KKCY
- Colusa, California; United States;
- Broadcast area: Yuba City-Marysville-Colusa-Oroville
- Frequency: 103.1 MHz (HD Radio)
- Branding: 103.1 KKCY

Programming
- Format: Country
- Subchannels: HD2: Oldies "95.5 YTO"
- Affiliations: Westwood One

Ownership
- Owner: Results Radio of Chico Licensee, LLC

History
- First air date: 1989
- Former call signs: KKLU (1989–1990)
- Former frequencies: 96.5 MHz (1989–1990)

Technical information
- Licensing authority: FCC
- Facility ID: 52507
- Class: A
- ERP: 135 watts
- HAAT: 599 meters (1,965 ft)
- Transmitter coordinates: 39°12′21″N 121°49′11″W﻿ / ﻿39.20583°N 121.81972°W
- Translator: HD2: 95.5 K238AV (Yuba City)

Links
- Public license information: Public file; LMS;
- Website: www.kkcy.com; 955yto.com (HD2);

= KKCY =

KKCY (103.1 FM) is a radio station broadcasting a country music format. Licensed to Colusa, California, United States, the station serves the Yuba City-Marysville area.
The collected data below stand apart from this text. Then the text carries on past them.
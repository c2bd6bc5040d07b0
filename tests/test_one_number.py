"""One quantity, one number: every place of a demo sheet prints a quantity as its table does.

The table row of a quantity is the reference; the headline, the history list, the figures'
alt text and the sound's description must print the same median (and the history the same
interval), so a reader never sees 88 +17 −13 in one place and 88 +17 −14 in another.
"""

from __future__ import annotations

import re
from html.parser import HTMLParser
from pathlib import Path

import pytest


@pytest.fixture(scope="module")
def site(demo_site) -> Path:
    return demo_site  # the demo, built once for the session (conftest.py)


class Sheet(HTMLParser):
    """The table rows (quantity key → value text), the headline and the history items."""

    def __init__(self, html: str):
        super().__init__()
        self.rows: dict[str, str] = {}
        self.headline: list[str] = []
        self.history: list[str] = []
        self.alts: list[str] = []
        self.audio = ""
        self._row = ""
        self._cell = 0
        self._where: list[str] = []
        self._text: list[str] = []
        self.feed(html)

    def handle_starttag(self, tag, attrs):
        a = dict(attrs)
        if tag == "tr" and (a.get("id") or "").startswith("row-"):
            self._row, self._cell = a["id"][4:], 0
        if tag == "td" and self._row:
            self._cell += 1
            self._text = []
        if tag == "div" and a.get("class") == "lead":
            self._where.append("lead")
        if tag == "ul" and a.get("class") == "changes":
            self._where.append("history")
        if tag == "img" and a.get("alt"):
            self.alts.append(a["alt"])
        if tag == "figcaption" and "audio-caption" in (a.get("class") or ""):
            self._where.append("audio")
        if tag in ("li", "p"):
            self._text = []

    def handle_endtag(self, tag):
        text = "".join(self._text).strip()
        if tag == "td" and self._row and self._cell == 1:
            self.rows[self._row] = re.sub(r"[⚠\d]+$", "", text.split("\n")[0]).strip()
        if tag == "tr":
            self._row = ""
        if tag == "p" and self._where[-1:] == ["lead"]:
            self.headline.append(text)
        if tag == "div" and self._where[-1:] == ["lead"]:
            self._where.pop()
        if tag == "li" and self._where[-1:] == ["history"]:
            self.history.append(text)
        if tag == "ul" and self._where[-1:] == ["history"]:
            self._where.pop()

    def handle_data(self, data):
        self._text.append(data)


def sheets(site: Path) -> list[tuple[str, Sheet]]:
    return [
        (p.name, Sheet(p.read_text(encoding="utf-8"))) for p in sorted(site.glob("events/*.html"))
    ]


def median(text: str) -> str:
    """The median of a printed value: "88 +17 −14 M⊙" → "88"."""
    return text.strip("(").split(" ")[0]


def test_the_headline_prints_the_table_medians(site):
    for name, sheet in sheets(site):
        headline = " ".join(sheet.headline)
        masses = [median(sheet.rows[k]) for k in ("heavier_mass", "lighter_mass")]
        assert f"of about {masses[0]} and {masses[1]} times" in headline or all(
            f"of about {m} solar masses" in headline for m in masses
        ), (name, masses, headline)
        if "remnant_mass" in sheet.rows and not headline.startswith("Had"):
            assert f"about {median(sheet.rows['remnant_mass'])} solar masses" in headline, name


def test_the_history_prints_the_current_values_as_the_table_does(site):
    checked = 0
    for path in sorted(site.glob("events/*.html")):
        html = path.read_text(encoding="utf-8")
        blocks = re.findall(r'<ul class="changes">(.*?)</ul>', html, re.S)
        if not blocks:
            continue
        rows = Sheet(html).rows
        for item in re.findall(r"<li>(.*?)</li>", blocks[-1]):  # the current estimate
            label, _, change = item.partition(": ")
            key = {"m₁": "heavier_mass", "m₂": "lighter_mass", "Distance": "distance"}.get(label)
            if key in rows:
                assert change.split(" → ")[-1] == rows[key], (path.name, item, rows[key])
                checked += 1
    assert checked  # the demo has an event with a history


def test_the_changes_page_prints_the_sheets_numbers(site):
    """Events whose inputs date no estimate are listed once, with their current estimate: each
    value must read as on the sheet (a samples file's summary included)."""
    html = (site / "changes.html").read_text(encoding="utf-8")
    undated = html[html.index("Added without a date") :]
    labels = {"m₁": "heavier_mass", "m₂": "lighter_mass", "Distance": "distance"}
    checked = 0
    for event_id, block in re.findall(
        r'href="events/([^"]+)\.html">.*?<ul class="changes">(.*?)</ul>', undated, re.S
    ):
        rows = Sheet((site / "events" / f"{event_id}.html").read_text(encoding="utf-8")).rows
        for item in re.findall(r"<li>(.*?)</li>", block):
            label, _, text = item.partition(": ")
            if labels.get(label) in rows:
                assert text == rows[labels[label]], (event_id, item)
                checked += 1
    assert checked > 20


def test_a_samples_file_summary_is_rounded_by_its_uncertainty(site):
    """MER34-001 gives a samples file: its sheet prints the file's summary rounded by the PDG
    rule, not with every digit of the draws' quantiles."""
    import json

    from factsheet.notation import format_interval

    data = json.loads((site / "data" / "MER34-001.json").read_text())
    rows = Sheet((site / "events" / "MER34-001.html").read_text(encoding="utf-8")).rows
    for key in ("heavier_mass", "lighter_mass", "distance"):
        q = data["quantities"][key]
        assert rows[key] == format_interval(q["median"], q["low"], q["high"], q["unit"]), key
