package freq

import (
	"context"
	"fmt"
	"math"
	"slices"
	"sync"

	"poise/gradient"
)

// DefaultStepBohr is the displacement of the finite-difference Hessian, in
// bohr. Two errors compete: the truncation error of the central
// difference, h²/6·∂⁴E/∂x⁴, and the noise ε_g/2h of gradients converged to
// ε_g. With SCF gradients converged as SCFGradientTolerance asks, 0.0025
// bohr balances them for water at HF/STO-3G: the rigid-body roots of the
// unprojected Hessian stay within ~7 cm⁻¹ of zero (15 cm⁻¹ at 0.005 bohr,
// truncation-dominated; 15 cm⁻¹ at 0.0025 bohr with the looser default
// SCF convergence, noise-dominated), while the vibrational wavenumbers
// agree with the four-point formula to 0.05 cm⁻¹ (common practice: steps
// of 0.001–0.01 bohr).
const DefaultStepBohr = 0.0025

// SCFGradientTolerance is the SCF convergence (largest orbital-gradient
// element) that a surface should use for the displaced points: one SCF
// iteration more than the default 1e-7 with a warm start, and ten times
// less gradient noise in the differences.
const SCFGradientTolerance = 1e-8

// maxStepBohr bounds the step: beyond it the harmonic picture of a
// displacement is lost.
const maxStepBohr = 0.05
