package scf

import (
	"context"
	"runtime"
	"sync"

	"poise/energy/integral"
)

// schwarzThreshold is the screening threshold on the Cauchy–Schwarz bound
// |(ij|kl)| ≤ Q_ij·Q_kl below which a shell quartet is skipped (Häser &
// Ahlrichs, J. Comput. Chem. 10, 104 (1989)). It is fixed, not density
// dependent, so that in-core and direct builds agree exactly.
const schwarzThreshold = 1e-12

// quartetsPerChunk is the fixed amount of work (in shell quartets) handed to
// one worker at a time. Each chunk accumulates into its own buffer and chunks
// are summed in index order, so the result does not depend on the number of
// threads.
const quartetsPerChunk = 2048

// waveBytes bounds the memory of the per-chunk Coulomb and exchange buffers
// held at once by a Fock build.
const waveBytes = 64 << 20

// jkBuilder forms Coulomb and exchange matrices from densities, keeping the
// electron-repulsion integrals in memory when they fit, else recomputing
// them on every build (integral-direct).
type jkBuilder struct {
	b       *integral.Basis
	eri     *integral.ERIEngine
	n       int // basis functions
	threads int

	// quartets lists the canonical shell quartets that survive screening:
	// i ≥ j, k ≥ l, (ij) ≥ (kl), stored as four int32 per quartet.
	quartets []int32
	chunks   []int // start index (in quartets) of every chunk, plus the end

	// incore holds the integral blocks of every quartet, concatenated in
	// quartet order, when they fit in memory; otherwise nil (direct).
	incore  []float64
	offsets []int // start of each quartet's block in incore

	pool []jkBuffers // per-chunk accumulation buffers, reused between builds

}

// jkBuffers are the Coulomb and exchange accumulators of one chunk.
type jkBuffers struct {
	j []float64
	k [][]float64
}

// newJKBuilder screens shell quartets and, when memoryBytes allows, computes
// and stores all surviving integral blocks.
func newJKBuilder(ctx context.Context, b *integral.Basis, threads int, memoryBytes int64) (*jkBuilder, error) {
	if threads < 1 {
		threads = runtime.GOMAXPROCS(0)
	}
	eri := integral.NewERI(b)
	ns := eri.NumShells()
	jk := &jkBuilder{b: b, eri: eri, n: b.NBF, threads: threads}
	q := eri.SchwarzMatrix()
	nf := func(s int) int { return b.Shells[s].NumFunctions() }
	// visit calls fn for every canonical quartet that survives screening.
	visit := func(fn func(i, j, k, l int)) {
		for i := 0; i < ns; i++ {
			for j := 0; j <= i; j++ {
				qij := q[i*ns+j]
				ij := i*(i+1)/2 + j
				for k := 0; k <= i; k++ {
					lmax := k
					if k == i {
						lmax = j
					}
					for l := 0; l <= lmax; l++ {
						if k*(k+1)/2+l > ij || qij*q[k*ns+l] < schwarzThreshold {
							continue
						}
						fn(i, j, k, l)
					}
				}
			}
		}
	}
	count := 0
	visit(func(_, _, _, _ int) { count++ })
	jk.quartets = make([]int32, 0, 4*count)
	var storeWords int64
	visit(func(i, j, k, l int) {
		jk.quartets = append(jk.quartets, int32(i), int32(j), int32(k), int32(l))
		storeWords += int64(nf(i) * nf(j) * nf(k) * nf(l))
	})
	nq := len(jk.quartets) / 4
	for s := 0; s < nq; s += quartetsPerChunk {
		jk.chunks = append(jk.chunks, s)
	}
	jk.chunks = append(jk.chunks, nq)

	// Keep the integrals if they take at most half of the memory budget;
	// the rest is left for matrices, buffers and the garbage collector.
	if memoryBytes > 0 && storeWords*8 <= memoryBytes/2 {
		if err := jk.fillInCore(ctx, storeWords); err != nil {
			return nil, err
		}
	}
	return jk, nil
}

// InCore reports whether the integrals are kept in memory.
func (jk *jkBuilder) InCore() bool { return jk.incore != nil }

func (jk *jkBuilder) fillInCore(ctx context.Context, words int64) error {
	nq := len(jk.quartets) / 4
	jk.offsets = make([]int, nq+1)
	off := 0
	for q := 0; q < nq; q++ {
		jk.offsets[q] = off
		i, j, k, l := jk.quartets[4*q], jk.quartets[4*q+1], jk.quartets[4*q+2], jk.quartets[4*q+3]
		off += jk.b.Shells[i].NumFunctions() * jk.b.Shells[j].NumFunctions() * jk.b.Shells[k].NumFunctions() * jk.b.Shells[l].NumFunctions()
	}
	jk.offsets[nq] = off
	store := make([]float64, words)
	err := jk.parallelChunks(ctx, func(w *integral.ERIWorkspace, c int) {
		for q := jk.chunks[c]; q < jk.chunks[c+1]; q++ {
			i, j, k, l := jk.quartets[4*q], jk.quartets[4*q+1], jk.quartets[4*q+2], jk.quartets[4*q+3]
			v := jk.eri.Quartet(w, int(i), int(j), int(k), int(l))
			copy(store[jk.offsets[q]:jk.offsets[q+1]], v)
		}
	})
	if err != nil {
		return err
	}
	jk.incore = store
	return nil
}

// parallelChunks runs fn for every chunk on up to jk.threads goroutines,
// each with its own ERI workspace.
func (jk *jkBuilder) parallelChunks(ctx context.Context, fn func(w *integral.ERIWorkspace, c int)) error {
	nc := len(jk.chunks) - 1
	var next int
	var mu sync.Mutex
	var wg sync.WaitGroup
	workers := jk.threads
	if workers > nc {
		workers = nc
	}
	for t := 0; t < workers; t++ {
		wg.Add(1)
		go func() {
			defer wg.Done()
			w := jk.eri.NewWorkspace()
			for {
				if ctx.Err() != nil {
					return
				}
				mu.Lock()
				c := next
				next++
				mu.Unlock()
				if c >= nc {
					return
				}
				fn(w, c)
			}
		}()
	}
	wg.Wait()
	return ctx.Err()
}

// build returns J[D_total] and K[D_s] for every spin density D_s given
// (one density for restricted, two for unrestricted). dens are n×n
// row-major symmetric matrices; J uses their sum. With wantK false only J
// is formed.
func (jk *jkBuilder) build(ctx context.Context, dens [][]float64, wantK bool) (J []float64, K [][]float64, err error) {
	n := jk.n
	nd := len(dens)
	dtot := dens[0]
	if nd > 1 {
		dtot = make([]float64, n*n)
		for _, d := range dens {
			for i := range d {
				dtot[i] += d[i]
			}
		}
	}
	nk := 0
	if wantK {
		nk = nd
	}
	// One buffer set per chunk in flight; chunks are reduced in index order.
	nc := len(jk.chunks) - 1
	// Chunks in flight at once: as many buffer sets as fit in
	// waveBytes (at least 2·threads), so that workers rarely wait for the
	// in-order reduction. The grouping never changes the result.
	wave := max(2*jk.threads, int(waveBytes/int64(8*n*n*(1+nk))))
	if wave > nc {
		wave = nc
	}
	// Buffers are kept between builds (an SCF builds once per iteration,
	// never concurrently) so that their pages are touched only once.
	if len(jk.pool) < wave || (len(jk.pool) > 0 && len(jk.pool[0].k) != nk) {
		jk.pool = make([]jkBuffers, wave)
		for i := range jk.pool {
			jk.pool[i].j = make([]float64, n*n)
			jk.pool[i].k = make([][]float64, nk)
			for s := range jk.pool[i].k {
				jk.pool[i].k[s] = make([]float64, n*n)
			}
		}
	}
	pool := jk.pool
	J = make([]float64, n*n)
	K = make([][]float64, nk)
	for s := range K {
		K[s] = make([]float64, n*n)
	}
	for start := 0; start < nc; start += wave {
		end := start + wave
		if end > nc {
			end = nc
		}
		var wg sync.WaitGroup
		var next = start
		var mu sync.Mutex
		workers := jk.threads
		if workers > end-start {
			workers = end - start
		}
		for t := 0; t < workers; t++ {
			wg.Add(1)
			go func() {
				defer wg.Done()
				var w *integral.ERIWorkspace
				if jk.incore == nil {
					w = jk.eri.NewWorkspace()
				}
				for ctx.Err() == nil {
					mu.Lock()
					c := next
					next++
					mu.Unlock()
					if c >= end {
						return
					}
					bf := &pool[c-start]
					clear(bf.j)
					for _, k := range bf.k {
						clear(k)
					}
					jk.contractChunk(w, c, dtot, dens[:nk], bf.j, bf.k)
				}
			}()
		}
		wg.Wait()
		if err := ctx.Err(); err != nil {
			return nil, nil, err
		}
		for c := start; c < end; c++ {
			bf := &pool[c-start]
			for i, v := range bf.j {
				J[i] += v
			}
			for s := range bf.k {
				for i, v := range bf.k[s] {
					K[s][i] += v
				}
			}
		}
	}
	symmetrize(J, n)
	for s := range K {
		symmetrize(K[s], n)
	}
	return J, K, nil
}

// symmetrize replaces m by (m + mᵀ)/2.
func symmetrize(m []float64, n int) {
	for i := 0; i < n; i++ {
		for j := 0; j < i; j++ {
			v := 0.5 * (m[i*n+j] + m[j*n+i])
			m[i*n+j] = v
			m[j*n+i] = v
		}
	}
}

// contractChunk adds the contributions of one chunk of unique quartets to
// j and k. Each unique integral v of degeneracy s (the number of distinct
// index permutations it stands for) adds s/2·v·D to two Coulomb elements and
// s/4·v·D to four exchange elements; symmetrizing the sums afterwards gives
// J and K exactly (the scheme of the libint2 Hartree–Fock example).
func (jk *jkBuilder) contractChunk(w *integral.ERIWorkspace, c int, dtot []float64, dens [][]float64, jm []float64, km [][]float64) {
	n := jk.n
	offs := jk.b.Offsets
	for q := jk.chunks[c]; q < jk.chunks[c+1]; q++ {
		si, sj, sk, sl := int(jk.quartets[4*q]), int(jk.quartets[4*q+1]), int(jk.quartets[4*q+2]), int(jk.quartets[4*q+3])
		var v []float64
		if jk.incore != nil {
			v = jk.incore[jk.offsets[q]:jk.offsets[q+1]]
		} else {
			v = jk.eri.Quartet(w, si, sj, sk, sl)
		}
		deg := 1.0
		if si != sj {
			deg *= 2
		}
		if sk != sl {
			deg *= 2
		}
		if si != sk || sj != sl {
			deg *= 2
		}
		ni, nj, nk, nl := jk.b.Shells[si].NumFunctions(), jk.b.Shells[sj].NumFunctions(), jk.b.Shells[sk].NumFunctions(), jk.b.Shells[sl].NumFunctions()
		oi, oj, ok, ol := offs[si], offs[sj], offs[sk], offs[sl]
		hj := 0.5 * deg
		hk := 0.25 * deg
		idx := 0
		for a := 0; a < ni; a++ {
			fa := oi + a
			for b := 0; b < nj; b++ {
				fb := oj + b
				dab := dtot[fa*n+fb]
				var jab float64
				for cc := 0; cc < nk; cc++ {
					fc := ok + cc
					rowC := fc * n
					for d := 0; d < nl; d++ {
						fd := ol + d
						val := v[idx]
						idx++
						if val == 0 {
							continue
						}
						jab += dtot[rowC+fd] * val
						jm[rowC+fd] += hj * dab * val
						for s, ds := range dens {
							ks := km[s]
							x := hk * val
							ks[fa*n+fc] += x * ds[fb*n+fd]
							ks[fb*n+fd] += x * ds[fa*n+fc]
							ks[fa*n+fd] += x * ds[fb*n+fc]
							ks[fb*n+fc] += x * ds[fa*n+fd]
						}
					}
				}
				jm[fa*n+fb] += hj * jab
			}
		}
	}
}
The station is currently owned by Results Radio of Chico Licensee, LLC and features programming from Westwood One . The KKCY morning team of Dave & Briggs has anchored the station since 2003.

==History==
The station went on the air as KKLU at 96.5 MHz on 1989-06-05, from its co-located studio and transmitter site in downtown Colusa. In January 1990, KKLU changed frequency to 103.1 and later that year, significantly increased coverage (now heard from Chico to Sacramento), when it began transmitting from the Sutter Buttes. On 1990-09-08, the station changed its call sign to the current KKCY.

Previous logo

==KKCY-HD2==
KKCY’s sister station 95.5 YTO broadcasts on the KKCY HD2 subchannel and is rebroadcast on translator K238AV at 95.5 FM.

On November 4, 2024, KKCY-HD2 changed their format from top 40/CHR to oldies, branded as "95.5 YTO".